- What to produce -
After locating the line that contains "observations are rising." in the records below, write out exactly that line and each line after it through the one that contains "counts tell the", and nothing else.

[Data excerpts]
-------------------------

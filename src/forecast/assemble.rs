//! The forecast inflow hydrograph: observed upstream discharge up to the
//! last usable reading, then the forecaster's upload or, without one, a
//! documented extrapolation, out to `now + horizon`.
//!
//! Every routing run starts here, so the function is pure (the caller passes
//! `now`, the readings, the gauge basis, the upload it picked and the rules)
//! and returns, beside the series, a [`Provenance`] that is stored with the
//! run and shown to users: where each part of the inflow came from, what was
//! left out and why, and what the user should be wary of.
//!
//! # Joining rules
//!
//! 1. **Readings.** Readings may come in any order. Readings sharing a time
//!    are duplicates: the one that comes last in the slice wins (a later
//!    correction supersedes the original, even when it marks the value
//!    suspect). Readings after `now` are excluded and counted (clock skew or
//!    a test feed; a forecast must not start from the future). Readings with
//!    `usable == false` are excluded as suspect. The rest are converted with
//!    the [`GaugeBasis`]: under `Discharge` the discharge value is used (a
//!    stage-only reading cannot be converted and is excluded); under
//!    `Stage` the stage goes through the rating (a discharge-only reading is
//!    excluded too, since mixing the gauge's own discharges with ours would
//!    mix two ratings). A missing, non-finite or negative value, or a rating
//!    error, makes a reading *unconvertible*. The suspect and unconvertible
//!    counts are of readings inside the lookback window (older ones would not
//!    have been used anyway); duplicates and future readings are counted
//!    over the whole input.
//! 2. **Observed part.** Converted readings from `max(now − lookback, first
//!    reading)` to the last one at or before `now`. An interval between
//!    consecutive observations longer than `max_gap` is a *long gap*: the
//!    observations before it are dropped and the series starts after it
//!    (the latest long gap wins), because a line drawn across hours of
//!    silence would be invented data feeding the routing's initial state.
//!    An interval longer than `step` but at most `max_gap` is a *short gap*:
//!    it is filled with linearly interpolated samples every `step` and
//!    listed in the provenance. The routing interpolates linearly between
//!    samples anyway; the inserted samples make the series say so by
//!    itself, whoever reads or plots it.
//! 3. **Beyond the last observation** (and so beyond `now`):
//!    * With an upload, its samples strictly after the last observation are
//!      used; where the upload overlaps the observations, the observations
//!      win. If the upload starts later than the last observation, the two
//!      are joined by a straight line (samples every `step`). If the upload
//!      ends at or before the last observation, or starts after
//!      `now + horizon`, it is not used: the extrapolation rule applies and a
//!      warning says so.
//!    * **Mismatch at the join.** If the upload's value where it meets the
//!      observations (its interpolated value at the last observation time
//!      when it covers that time, else its first sample) differs from the
//!      last observation by more than [`JUMP_WARN_FRACTION`] of the larger
//!      of the two, both are kept as they are and a warning gives both
//!      values. We do not blend (a linear blend over an hour is common
//!      practice): a blend produces a hydrograph that neither the gauge nor
//!      the forecaster produced and hides their disagreement, whereas the
//!      warning puts it in front of the forecaster, who can upload a revision
//!      that starts from the observed flow. The routing sees a steep ramp
//!      between two samples, which the solver handles.
//!    * Without an upload (or when it is not used), the [`Extrapolation`]
//!      rule continues from the last observation with samples every `step`.
//!      Persistence holds the last value; the recession decays towards a base
//!      flow. Neither can forecast a rise: on a rising limb the forecast
//!      *will* be low. The provenance always warns about this, and more
//!      strongly when the observations are rising.
//! 4. **Horizon.** The series ends exactly at `now + horizon`: an upload
//!    reaching further is cut there (with an interpolated end sample), and
//!    one ending earlier is continued from its last sample with the
//!    extrapolation rule, with a warning.
//! 5. **No observations.** With no usable observation in the window, the
//!    upload is used alone over `[now − lookback, now + horizon]` (warned);
//!    with no upload either, [`AssembleError::NoData`].
//! 6. **Staleness.** The gauge is stale when the newest usable reading at or
//!    before `now` (inside the window or not) is more than `stale_after` old,
//!    or when there is none. "Usable" means a discharge came out of it, so a
//!    gauge whose readings are all suspect is stale too; the counts tell the
//!    user which case it is.
//!
//! The output satisfies what [`crate::forecast::run::run`] checks: at least
//! two samples, strictly increasing times, finite non-negative discharges.
//! A final check enforces it, so a future edit that breaks it fails with
//! [`AssembleError::InvalidOutput`] instead of a confusing routing error.

use chrono::{DateTime, Duration, Utc};
use serde::{Deserialize, Serialize};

-------------------------

- Output for this exercise -
//!      strongly when the observations are rising.
//! 4. **Horizon.** The series ends exactly at `now + horizon`: an upload
//!    reaching further is cut there (with an interpolated end sample), and
//!    one ending earlier is continued from its last sample with the
//!    extrapolation rule, with a warning.
//! 5. **No observations.** With no usable observation in the window, the
//!    upload is used alone over `[now − lookback, now + horizon]` (warned);
//!    with no upload either, [`AssembleError::NoData`].
//! 6. **Staleness.** The gauge is stale when the newest usable reading at or
//!    before `now` (inside the window or not) is more than `stale_after` old,
//!    or when there is none. "Usable" means a discharge came out of it, so a
//!    gauge whose readings are all suspect is stale too; the counts tell the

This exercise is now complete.